In 1996, Congress severely restricted the circumstances under which state prisoners could file successive petitions. One restriction requires the prisoner to seek “authorization” from a federal appeals court before proceeding on the merits of the claim in district court. Another restriction bars the Supreme Court from using a “writ of certiorari” to review that authorization ruling. Certiorari forms the basis of the Supreme Court’s jurisdiction to review a lower court. Certiorari is, by extreme orders of magnitude, the most frequently-invoked authority for reviewing lower-court decisions. Ninety-nine percent of the Supreme Court cases that law students read are decided on certiorari review.

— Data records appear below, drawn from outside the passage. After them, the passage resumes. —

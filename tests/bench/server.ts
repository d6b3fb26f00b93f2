import { chmodSync, mkdtempSync, rmSync } from 'node:fs';
import { tmpdir } from 'node:os';
import { join } from 'node:path';
import { startCluster } from '../../drizzle/server/cluster.mjs';
import { findPostgres } from '../../fakes/local-stack/debian.mjs';

/** The database server of `TEST_DATABASE_URL`, or a throw-away one that `stop` ends. */
export async function startBenchServer(): Promise<{ readonly stop: () => Promise<void> }> {
	const given = process.env.TEST_DATABASE_URL;
	if (given !== undefined && given !== '') return { stop: () => Promise.resolve() };
	const dataFolder = mkdtempSync(join(tmpdir(), 'yardglass-bench-'));
	chmodSync(dataFolder, 0o755);
	const postgres = await findPostgres(dataFolder);
	const cluster = await startCluster({ dataFolder, ...postgres, throwAway: true });
	process.env.TEST_DATABASE_URL = cluster.url;
	return {
		stop: async () => {
			delete process.env.TEST_DATABASE_URL;
			await cluster.stop();
			rmSync(dataFolder, { recursive: true, force: true });
		}
	};
}
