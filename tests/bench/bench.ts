import { chainBench } from './chains';
import { stepBench } from './step';
import { yardBench } from './yard';

/** `npm run bench`: a step, chains, a full yard. The machine may be shared: ratios are what to compare. */
const print = (line: string): void => {
	process.stdout.write(`${line}\n`);
};
stepBench(print);
await chainBench(print);
yardBench(print);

Yes, to provide “closure” to the families of victims of crime, and to get votes for being tough on the bad guys, many a law was passed to speed things along, to keep these evil bastards from gaming the system and filing tons of usual crap that would turn out to be nonsense that just clogged the system – but does keep them alive. No one considered the exception – the guy who actually was innocent. Oops.
And over the years the reasoning got a bit weird:
The explosion of Warren-era habeas litigation provoked several conservative critiques, including a particularly influential article by Professor Paul Bator. Bator’s position remains the modern “conservative” (or “federalist”) paradigm for habeas adjudication. Bator argued that “ultimate truth” is unknowable. What we mean by “guilty,” Bator argued, is that some quantum of reliable procedure has produced a legal determination that someone has committed a crime. Bator’s point really an epistemic one involving the limits of human inquiry – that the criminal justice system ensures correctness by proxy of reliable procedure.
Got that? Truth is unknowable and all we have is procedure, so it needs to be rigorous and difficult to manipulate for your own ends – a truly conservative position. Thus we get Scalia:
Scalia has embraced this paradigm openly for years, and his arguments embody the belief that, assuming full and fair state process, guilt determinations remain the unique province of state judiciaries.
He won’t overturn state and lower court decisions – as no one really knows the truth. Well, maybe the pope does. But the whole idea is that there can be no such thing as freestanding innocence, without procedure – all we have is procedure. It comes down to epistemology – the study of how we know what we know, of what we can actually know, and of how we would know it if we saw it, whatever it is. It’s very deep. And it’s at the core of what Scalia seems to be up to.
Kovarsky offers a ton more, in excruciating detail, but it comes down to this:
All of this might be sound and fury, signifying nothing. The Supreme Court sent this case down to a federal district court for fact-finding. The federal district court could find the freestanding innocence claim non-meritorious. Or it could grant relief, the Eleventh Circuit could affirm, and the Supreme Court could decline review – once again avoiding a pronouncement on the explosively contentious freestanding innocence question. But Davis has certainly opened the door to the possibility of a seismic shift in habeas law.
But in the end it all circles back to Holmes. There is the law – procedure and rules – and there is justice – that admits the concept of something like freestanding innocence, irrespective of procedure.
And Holmes words echo down the years – “This is a court of law, young man, not a court of justice.”
And now you can see why the conservatives were so upset by the Sotomayor nomination. Empathy from the bench would, ideally, fuse procedure and justice. We cannot have that – but then only Scalia and Thomas pulled a Holmes here. There’s hope.